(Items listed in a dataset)

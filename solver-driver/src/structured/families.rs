//! Families of structured colourings, each described by the partition of the edges
//! of K_n into orbits of a group acting on the vertices: a colouring invariant under
//! the group gives every edge of an orbit the same colour, so the orbits are the
//! unknowns.
//!
//! * **Cayley colourings of an abelian group** G = Z_{m1} × … × Z_{mk} (vertices are
//!   the group elements; the colour of {x, y} depends only on ±(x − y)). The
//!   circulant colourings are the case G = Z_n; Z_a × Z_b and the elementary abelian
//!   groups Z_2^d are the other cases offered on the command line.
//! * **Block-circulant colourings** with b blocks of m vertices: vertex (p, i) is
//!   p·m + i, and the colour of {(p, i), (q, j)} (p ≤ q) depends only on p, q and
//!   j − i mod m (up to sign when p = q). The group is Z_m rotating every block
//!   at once. With f *fixed vertices* added after the blocks (order b·m + f), the
//!   rotation fixes them: the colour of an edge from a fixed vertex to block p is
//!   one unknown, and each edge between fixed vertices is its own. These are the
//!   colourings with a cyclic automorphism of order m having b orbits of size m
//!   and f fixed points, the shape of many published Ramsey colourings found by
//!   search (Exoo, "On the Ramsey number R(4,6)", EJC 19 (2012) #P66: a colouring
//!   of K35 whose automorphisms fix one vertex).
//!
//! * **Distance colourings** (Kuznetsov, "Computational lower limits on small
//!   Ramsey numbers", arXiv:1505.07186): the colour of {i, j} depends only on
//!   |i − j|, with vertices on a line rather than a cycle. No group acts, but
//!   translating a clique keeps its distances, so every clique has the orbit set
//!   of one through vertex 0 and the formula stays exact. The circulant
//!   colourings of K_n are the distance colourings whose colour of d equals that
//!   of n − d, and the first m vertices of a distance colouring are one of K_m.
//! * **Colourings with a prescribed automorphism**: invariant under one vertex
//!   permutation given by its cycle lengths (any mix, fixed vertices included),
//!   the edge orbits being those of the cyclic group it generates. The
//!   block-circulant families are the cases of equal cycles plus fixed vertices.
//!
//! Each family also lists its *anchors*: a set of (vertex, companions) pairs such
//! that every clique of K_n is mapped by the group onto a clique made of one anchor
//! vertex and some of its companions. Only those cliques need clauses.

use std::fmt;
use std::str::FromStr;

use thiserror::Error;

use ramsift_encoder::edges::{edge_count, edge_index};
use ramsift_encoder::Colouring;

use crate::local::automorphism::{EdgeOrbitMoves, VertexCycles};

/// The most orbits a family may have: clause sets are kept as 256-bit masks.
pub const MAX_ORBITS: usize = 256;
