#[test]
fn bad_specifications_are_refused() {
    assert_bad_input(&["find", "", "5"], "empty specification");
    assert_bad_input(&["find", "4", "5"], "1 colour(s)");
    assert_bad_input(&["find", "4,x", "5"], "entry 2");
    assert_bad_input(&["find", "4,,4", "5"], "entry 2");
    assert_bad_input(&["find", "4,1", "5"], "at least 2 vertices");
    assert_bad_input(
        &["find", "3,3,3,3,3,3,3,3,3,3,3,3,3,3,3,3,3", "20"],
        "at most 16",
    );
}

#[test]
fn impossible_orders_are_refused() {
    assert_bad_input(&["find", "3,3", "0"], "order 0");
    assert_bad_input(&["find", "5,5", "4"], "more vertices than K_4");
    assert_bad_input(&["find", "3,3", "-3"], "unexpected argument");
    assert_bad_input(&["find", "3,3", "five"], "invalid value");
    assert_bad_input(&["find", "10,10", "1000"], "over the limit");
    assert_bad_input(
        &["find", "3,3", "100000"],
        "above the largest supported order",
    );
    assert_bad_input(&["find", "3,3,3", "40000"], "more than DIMACS literals");
    assert_bad_input(
        &["find", "5,5", "43", "--max-clauses", "1000"],
        "1925196 clauses",
    );
    assert_bad_input(
        &["encode", "30,30", "18446744073709551615", "--out", "x.cnf"],
        "above the largest supported order",
    );
}

#[test]
fn bad_options_are_refused() {
    assert_bad_input(&["find", "3,3", "5", "--timeout=-1"], "--timeout");
    assert_bad_input(&["find", "3,3", "5", "--timeout", "nan"], "--timeout");
    assert_bad_input(&["find", "3,3", "5", "--threads", "0"], "--threads 0");
    assert_bad_input(&["encode", "3,3", "5"], "--out");
}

> WHAT TO DO: The lines above starting at the one that contains "to block p is" and ending at the one that contains "orbits of size m" must be transcribed exactly, and no other lines may appear.

> RESULT BELOW:
//!   rotation fixes them: the colour of an edge from a fixed vertex to block p is
//!   one unknown, and each edge between fixed vertices is its own. These are the
//!   colourings with a cyclic automorphism of order m having b orbits of size m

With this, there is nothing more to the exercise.